Task requirements -> Count up the lines holding "event" in the material, then reply with only the number.

Task input ->

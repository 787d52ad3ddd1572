"""What the register says on one day, as a document: lists under their titles, each line with its event."""

from __future__ import annotations

from collections.abc import Sequence
from dataclasses import dataclass
from datetime import date
from typing import Final

from sheets.pages.document import (
    Block,
    Document,
    KeyLines,
    PageWords,
    Paragraph,
    Section,
    SheetKind,
    Table,
)
from sheets.pages.fonts import coded

FRONT: Final = "What the register says"
LONGEST_CELL: Final = 240
"""Signs; a row is never cut by a page, so no cell may be as long as a reason can be."""
CUT: Final = "A text that ends in … is longer; the CSV files hold it whole."


@dataclass(frozen=True, kw_only=True)
class AuditList:
    """One list: what it is of, and its lines as they are printed. The first column is the event."""

    name: str
    """Short, for files."""
    title: str
    light: str
    """Said beside the title."""
    head: tuple[str, ...]
    rows: tuple[tuple[str, ...], ...]
    shares: tuple[float, ...]
    """Width of each column as a share of the whole; sums to 1."""
    none: str
    """Said in its place where it has no line: an empty list is an answer."""
    section: str = ""
    """Title of the pages that begin with it; empty where it stands on those of the list before."""


def audit_document(
    *,
    register: str,
    day: date,
    engine: str,
    facts: Sequence[tuple[str, str]],
    notes: Sequence[str],
    lists: Sequence[AuditList],
) -> Document:
    """The lists as a document of their own: no pack, no draft, nothing to sign.

    ``register``: which one, in words; ``facts``: what all of it rests on; ``notes`` stand below.
    """
    return Document(
        number=f"Audit {day.isoformat()}",
        title=coded(register),
        language="en",
        data_dated=day.isoformat(),
        engine=engine,
        sections=tuple(_sections(register, day, facts, notes, lists)),
        footer="Each line names the event that it follows from.",
        words=PageWords(draft="AUDIT", not_issued=f"as of {day.isoformat()}", machine_data="register as of"),
    )


def _sections(
    register: str,
    day: date,
    facts: Sequence[tuple[str, str]],
    notes: Sequence[str],
    lists: Sequence[AuditList],
) -> list[Section]:
    front: tuple[Block, ...] = (
        KeyLines(rows=tuple(facts)),
        *(Paragraph(text=note, weight="small") for note in (*notes, *_cut(lists))),
    )
    groups: list[tuple[str, list[Block]]] = [(FRONT, list(front))]
    for one in lists:
        if one.section:
            groups.append((one.section, []))
        groups[-1][1].append(_block(one))
    return [
        Section(
            kind=SheetKind.RECORD,
            bookmark=title,
            title=title,
            subject=day.isoformat(),
            lines=(coded(register),),
            banner=None,
            blocks=tuple(blocks),
        )
        for title, blocks in groups
    ]


def _block(one: AuditList) -> Block:
    if one.rows:
        rows = tuple(tuple(map(_cell, row)) for row in one.rows)
        return Table(title=one.title, head=one.head, rows=rows, shares=one.shares, light=one.light)
    return Paragraph(text=f"{one.title}: {one.none}", weight="strong")


def _cell(text: str) -> str:
    short = text if len(text) <= LONGEST_CELL else f"{text[: LONGEST_CELL - 1]}…"
    return coded(short)


def _cut(lists: Sequence[AuditList]) -> tuple[str, ...]:
    cut = any(len(cell) > LONGEST_CELL for one in lists for row in one.rows for cell in row)
    return (CUT,) if cut else ()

Result for this task -> 3